Ein klassisches gartenbauliches Handbuch der Goethezeit, das praktische Pflanzenkunde, Überwinterungstechniken und frühe botanische Systematik in seltener zeitgenössischer Ausgabe vereint.
Friedrich Gottlieb Dietrich: Der Wintergärtner, oder Anweisung die beliebtesten Modeblumen und ökonomischen Gewächse, ohne Treibhäuser und Mistbeete, in Zimmern, Kellern und anderen Behältern zu überwintern, oder für den offenen Garten vorzubereiten.
Verlag: Weimar, Gaedicke, 1802. Zweite, vermehrte und verbesserte Auflage. 208 Seiten, marmorierter Pappband der Zeit. 18 x 12 cm
Bedeutendes gartenbauliches Praxiswerk der frühen Klassik, verfasst von einem der renommiertesten Botaniker und Hofgärtner seiner Zeit. Das Werk richtet sich ausdrücklich an Gartenliebhaber ohne kostspielige Treibhäuser und vermittelt detaillierte, erfahrungsbasierte Anleitungen zur Überwinterung und Kultur von Zier-, Nutz- und Modepflanzen in Innenräumen, Kellern und einfachen Schutzräumen.

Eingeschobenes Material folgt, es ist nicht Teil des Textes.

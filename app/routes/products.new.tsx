import { redirect } from "react-router";
import { requireArea } from "~/.server/guard";
import { refusedAnswer } from "~/.server/command-result";
import { saveProduct } from "~/.server/routebook/commands/products";
import { EntryFormPage } from "~/components/routebook/entry-form";
import { ProductForm } from "~/components/routebook/simple-forms";
import { formObject } from "~/lib/forms/fields";
import { parseProductForm } from "~/lib/forms/routebook";
import type { Route } from "./+types/products.new";

export const meta: Route.MetaFunction = () => [{ title: "New product · Patina" }];

export async function loader({ context }: Route.LoaderArgs) {
  requireArea(context, "routebookEdit");
  return null;
}

export async function action({ request, context }: Route.ActionArgs) {
  const scope = requireArea(context, "routebookEdit");
  const parsed = parseProductForm(formObject(await request.formData()));
  if (!parsed.ok) return refusedAnswer({ fieldErrors: parsed.fieldErrors, formError: null });
  const result = await saveProduct(scope, null, parsed.value);
  if (!result.ok) return refusedAnswer(result);
  throw redirect("/products");
}

export default function NewProduct({ actionData }: Route.ComponentProps) {
  return (
    <EntryFormPage title="New product">
      <ProductForm product={null} answer={actionData} />
    </EntryFormPage>
  );
}

export { ErrorPanel as ErrorBoundary } from "~/components/error-panel";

In systematischer Gliederung behandelt Dietrich sowohl ästhetische Zierpflanzen (u. a. Hyazinthen, Fuchsien, Geranien) als auch ökonomisch relevante Gewächse, ergänzt durch botanische Beschreibungen nach zeitgenössischer Taxonomie. Die Ausführungen verbinden praktische Gartenpraxis mit naturwissenschaftlichem Anspruch und spiegeln den Übergang von der traditionellen Gärtnerei zur wissenschaftlich fundierten Botanik um 1800 wider.